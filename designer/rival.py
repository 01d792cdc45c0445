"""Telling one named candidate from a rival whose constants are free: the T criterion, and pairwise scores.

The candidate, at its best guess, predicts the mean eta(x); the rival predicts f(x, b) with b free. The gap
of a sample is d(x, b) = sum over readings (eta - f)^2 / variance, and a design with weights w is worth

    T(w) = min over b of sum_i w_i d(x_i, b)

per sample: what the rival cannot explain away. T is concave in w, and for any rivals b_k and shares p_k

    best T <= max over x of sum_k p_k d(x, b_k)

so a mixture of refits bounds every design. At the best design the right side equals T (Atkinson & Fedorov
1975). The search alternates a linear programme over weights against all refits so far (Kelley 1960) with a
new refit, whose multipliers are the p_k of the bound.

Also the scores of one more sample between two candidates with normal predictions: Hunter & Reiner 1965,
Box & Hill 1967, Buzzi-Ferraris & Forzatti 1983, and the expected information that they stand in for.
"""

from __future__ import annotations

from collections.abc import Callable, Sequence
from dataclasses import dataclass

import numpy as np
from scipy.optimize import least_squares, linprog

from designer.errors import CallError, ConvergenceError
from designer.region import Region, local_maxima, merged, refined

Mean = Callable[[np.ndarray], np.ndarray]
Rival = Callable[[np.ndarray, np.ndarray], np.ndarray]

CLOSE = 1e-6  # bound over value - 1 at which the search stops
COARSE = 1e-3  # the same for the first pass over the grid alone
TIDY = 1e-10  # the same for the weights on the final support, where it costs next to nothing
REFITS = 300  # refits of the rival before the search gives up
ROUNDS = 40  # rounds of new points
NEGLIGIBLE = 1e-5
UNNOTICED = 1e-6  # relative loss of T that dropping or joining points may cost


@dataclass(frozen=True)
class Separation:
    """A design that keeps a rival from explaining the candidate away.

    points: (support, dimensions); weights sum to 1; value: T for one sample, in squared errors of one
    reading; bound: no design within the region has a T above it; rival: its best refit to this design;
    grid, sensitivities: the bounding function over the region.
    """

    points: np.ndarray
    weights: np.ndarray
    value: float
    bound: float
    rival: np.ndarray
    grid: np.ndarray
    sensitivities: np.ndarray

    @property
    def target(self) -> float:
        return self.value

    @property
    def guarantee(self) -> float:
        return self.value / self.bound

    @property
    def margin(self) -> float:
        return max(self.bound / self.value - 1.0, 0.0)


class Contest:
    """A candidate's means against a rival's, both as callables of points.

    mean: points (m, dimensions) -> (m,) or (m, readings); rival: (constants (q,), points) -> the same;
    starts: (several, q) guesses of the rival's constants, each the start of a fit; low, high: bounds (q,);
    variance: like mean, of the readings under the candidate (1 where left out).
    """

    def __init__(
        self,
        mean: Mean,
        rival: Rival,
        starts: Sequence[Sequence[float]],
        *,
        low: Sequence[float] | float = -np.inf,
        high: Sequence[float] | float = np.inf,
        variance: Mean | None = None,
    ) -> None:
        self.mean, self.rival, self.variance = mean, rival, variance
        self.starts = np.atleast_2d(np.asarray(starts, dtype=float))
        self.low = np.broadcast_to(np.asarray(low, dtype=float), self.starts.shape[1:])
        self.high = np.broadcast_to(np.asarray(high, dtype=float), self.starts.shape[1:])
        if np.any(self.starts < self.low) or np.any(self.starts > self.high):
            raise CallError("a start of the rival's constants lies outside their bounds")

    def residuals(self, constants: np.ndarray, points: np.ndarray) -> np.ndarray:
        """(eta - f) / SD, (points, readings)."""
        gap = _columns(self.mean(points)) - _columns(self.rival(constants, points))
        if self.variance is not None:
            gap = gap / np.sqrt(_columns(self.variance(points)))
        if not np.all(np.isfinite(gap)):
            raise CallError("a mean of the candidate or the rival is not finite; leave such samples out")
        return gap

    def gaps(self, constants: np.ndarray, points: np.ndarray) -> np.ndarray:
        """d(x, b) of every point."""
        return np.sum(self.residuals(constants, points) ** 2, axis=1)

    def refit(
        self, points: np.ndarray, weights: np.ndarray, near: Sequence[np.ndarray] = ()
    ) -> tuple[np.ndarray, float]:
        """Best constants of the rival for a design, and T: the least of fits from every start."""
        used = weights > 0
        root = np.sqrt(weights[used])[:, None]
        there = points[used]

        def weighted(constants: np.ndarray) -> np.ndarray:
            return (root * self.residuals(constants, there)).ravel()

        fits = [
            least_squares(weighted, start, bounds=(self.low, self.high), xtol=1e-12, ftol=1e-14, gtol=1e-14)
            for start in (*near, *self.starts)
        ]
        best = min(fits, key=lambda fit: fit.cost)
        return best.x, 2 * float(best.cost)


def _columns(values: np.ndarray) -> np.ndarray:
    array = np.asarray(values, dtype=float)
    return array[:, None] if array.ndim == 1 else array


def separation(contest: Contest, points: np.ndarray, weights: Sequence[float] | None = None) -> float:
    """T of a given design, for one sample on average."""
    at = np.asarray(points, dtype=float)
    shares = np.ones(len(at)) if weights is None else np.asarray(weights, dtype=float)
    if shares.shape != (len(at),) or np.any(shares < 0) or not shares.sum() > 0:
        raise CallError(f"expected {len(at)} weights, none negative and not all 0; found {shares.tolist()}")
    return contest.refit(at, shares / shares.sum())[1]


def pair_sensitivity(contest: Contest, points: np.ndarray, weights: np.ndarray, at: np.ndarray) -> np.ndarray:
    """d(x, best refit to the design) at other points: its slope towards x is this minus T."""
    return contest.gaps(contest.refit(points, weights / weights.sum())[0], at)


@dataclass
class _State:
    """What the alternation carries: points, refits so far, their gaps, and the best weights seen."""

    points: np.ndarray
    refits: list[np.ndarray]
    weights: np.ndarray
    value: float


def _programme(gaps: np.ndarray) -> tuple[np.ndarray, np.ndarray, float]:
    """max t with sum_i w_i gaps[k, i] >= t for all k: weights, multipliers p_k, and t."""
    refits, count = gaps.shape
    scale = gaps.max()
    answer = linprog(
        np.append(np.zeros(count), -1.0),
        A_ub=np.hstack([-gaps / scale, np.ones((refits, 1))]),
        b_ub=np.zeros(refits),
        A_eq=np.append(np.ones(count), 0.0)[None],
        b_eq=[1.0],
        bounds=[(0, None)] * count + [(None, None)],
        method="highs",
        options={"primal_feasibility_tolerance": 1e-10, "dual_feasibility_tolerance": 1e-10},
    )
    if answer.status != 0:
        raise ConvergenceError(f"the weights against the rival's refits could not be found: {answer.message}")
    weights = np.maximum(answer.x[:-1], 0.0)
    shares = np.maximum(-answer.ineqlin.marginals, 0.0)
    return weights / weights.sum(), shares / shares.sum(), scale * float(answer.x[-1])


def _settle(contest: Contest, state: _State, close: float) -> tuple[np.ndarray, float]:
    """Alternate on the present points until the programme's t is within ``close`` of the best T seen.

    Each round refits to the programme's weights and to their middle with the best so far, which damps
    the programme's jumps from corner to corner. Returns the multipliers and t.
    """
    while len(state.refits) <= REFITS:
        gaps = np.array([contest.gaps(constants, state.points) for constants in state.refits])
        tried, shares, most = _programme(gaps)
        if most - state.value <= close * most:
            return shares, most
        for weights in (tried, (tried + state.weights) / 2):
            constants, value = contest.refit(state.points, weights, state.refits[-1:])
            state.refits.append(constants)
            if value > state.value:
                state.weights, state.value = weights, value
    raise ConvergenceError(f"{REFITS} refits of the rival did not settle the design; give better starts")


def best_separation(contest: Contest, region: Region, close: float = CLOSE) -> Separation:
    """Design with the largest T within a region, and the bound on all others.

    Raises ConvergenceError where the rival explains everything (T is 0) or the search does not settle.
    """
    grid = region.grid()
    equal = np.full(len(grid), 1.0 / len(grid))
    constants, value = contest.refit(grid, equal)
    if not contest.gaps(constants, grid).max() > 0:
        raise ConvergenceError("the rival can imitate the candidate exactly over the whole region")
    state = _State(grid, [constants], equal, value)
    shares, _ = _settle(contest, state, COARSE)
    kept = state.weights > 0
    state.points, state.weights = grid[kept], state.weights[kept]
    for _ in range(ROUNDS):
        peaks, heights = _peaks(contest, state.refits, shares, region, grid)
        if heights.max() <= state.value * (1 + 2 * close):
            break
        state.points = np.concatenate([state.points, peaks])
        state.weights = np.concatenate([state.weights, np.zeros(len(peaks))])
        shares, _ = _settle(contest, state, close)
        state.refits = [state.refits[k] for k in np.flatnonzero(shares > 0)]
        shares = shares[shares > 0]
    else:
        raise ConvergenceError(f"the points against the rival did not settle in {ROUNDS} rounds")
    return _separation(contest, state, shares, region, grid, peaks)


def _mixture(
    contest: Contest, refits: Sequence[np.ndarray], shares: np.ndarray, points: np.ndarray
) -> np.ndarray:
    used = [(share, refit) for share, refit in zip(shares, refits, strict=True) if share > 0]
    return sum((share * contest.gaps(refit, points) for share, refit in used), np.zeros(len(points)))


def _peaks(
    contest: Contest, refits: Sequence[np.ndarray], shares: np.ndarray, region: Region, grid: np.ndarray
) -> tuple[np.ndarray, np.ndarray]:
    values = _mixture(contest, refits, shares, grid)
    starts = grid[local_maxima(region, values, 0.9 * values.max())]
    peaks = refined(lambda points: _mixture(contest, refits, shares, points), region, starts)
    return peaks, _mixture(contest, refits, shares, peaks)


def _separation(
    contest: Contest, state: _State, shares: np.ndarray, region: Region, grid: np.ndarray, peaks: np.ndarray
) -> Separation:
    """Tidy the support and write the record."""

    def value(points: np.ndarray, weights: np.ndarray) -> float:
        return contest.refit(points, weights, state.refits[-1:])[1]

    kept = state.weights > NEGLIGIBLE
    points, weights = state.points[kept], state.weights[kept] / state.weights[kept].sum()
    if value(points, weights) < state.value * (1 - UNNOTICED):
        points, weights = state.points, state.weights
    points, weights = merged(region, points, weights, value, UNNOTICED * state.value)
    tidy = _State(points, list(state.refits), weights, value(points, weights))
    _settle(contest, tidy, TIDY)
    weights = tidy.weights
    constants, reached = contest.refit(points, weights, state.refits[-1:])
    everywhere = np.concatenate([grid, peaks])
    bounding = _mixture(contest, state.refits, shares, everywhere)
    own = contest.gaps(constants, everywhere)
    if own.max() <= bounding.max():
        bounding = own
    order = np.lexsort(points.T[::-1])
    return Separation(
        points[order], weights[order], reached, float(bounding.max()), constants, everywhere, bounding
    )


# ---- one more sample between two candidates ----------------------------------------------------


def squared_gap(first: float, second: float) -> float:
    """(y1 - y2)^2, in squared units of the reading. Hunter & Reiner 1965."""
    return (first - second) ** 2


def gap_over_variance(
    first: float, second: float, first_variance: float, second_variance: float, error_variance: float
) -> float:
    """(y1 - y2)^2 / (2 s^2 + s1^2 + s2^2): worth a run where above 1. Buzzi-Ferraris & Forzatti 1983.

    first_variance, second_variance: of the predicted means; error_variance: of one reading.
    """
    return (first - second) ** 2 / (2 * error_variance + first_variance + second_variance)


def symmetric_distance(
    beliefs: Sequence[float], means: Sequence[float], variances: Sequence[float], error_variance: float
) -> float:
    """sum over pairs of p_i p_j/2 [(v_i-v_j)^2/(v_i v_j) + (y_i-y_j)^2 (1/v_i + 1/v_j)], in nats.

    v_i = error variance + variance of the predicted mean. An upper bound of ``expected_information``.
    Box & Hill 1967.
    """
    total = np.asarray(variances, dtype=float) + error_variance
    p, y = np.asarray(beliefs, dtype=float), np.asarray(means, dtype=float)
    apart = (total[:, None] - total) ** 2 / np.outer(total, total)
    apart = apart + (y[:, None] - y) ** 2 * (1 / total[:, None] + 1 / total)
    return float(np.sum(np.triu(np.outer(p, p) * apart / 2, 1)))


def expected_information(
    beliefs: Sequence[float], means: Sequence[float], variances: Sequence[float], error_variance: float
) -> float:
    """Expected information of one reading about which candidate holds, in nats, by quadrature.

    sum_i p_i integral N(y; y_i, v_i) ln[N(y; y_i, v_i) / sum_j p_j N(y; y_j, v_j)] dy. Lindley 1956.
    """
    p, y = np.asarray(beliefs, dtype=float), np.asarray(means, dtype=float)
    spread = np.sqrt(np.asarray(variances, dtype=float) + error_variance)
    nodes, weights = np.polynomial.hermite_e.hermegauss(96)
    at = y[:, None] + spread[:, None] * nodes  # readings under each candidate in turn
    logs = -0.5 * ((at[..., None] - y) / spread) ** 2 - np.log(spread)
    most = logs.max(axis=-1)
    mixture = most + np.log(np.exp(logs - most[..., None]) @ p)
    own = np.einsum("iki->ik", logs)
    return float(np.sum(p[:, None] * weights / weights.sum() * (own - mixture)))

■ **What the exercise asks**
Each line that holds the word "everywhere" should be extracted from the records.

■ **Your solution**
    everywhere = np.concatenate([grid, peaks])
    bounding = _mixture(contest, state.refits, shares, everywhere)
    own = contest.gaps(constants, everywhere)
        points[order], weights[order], reached, float(bounding.max()), constants, everywhere, bounding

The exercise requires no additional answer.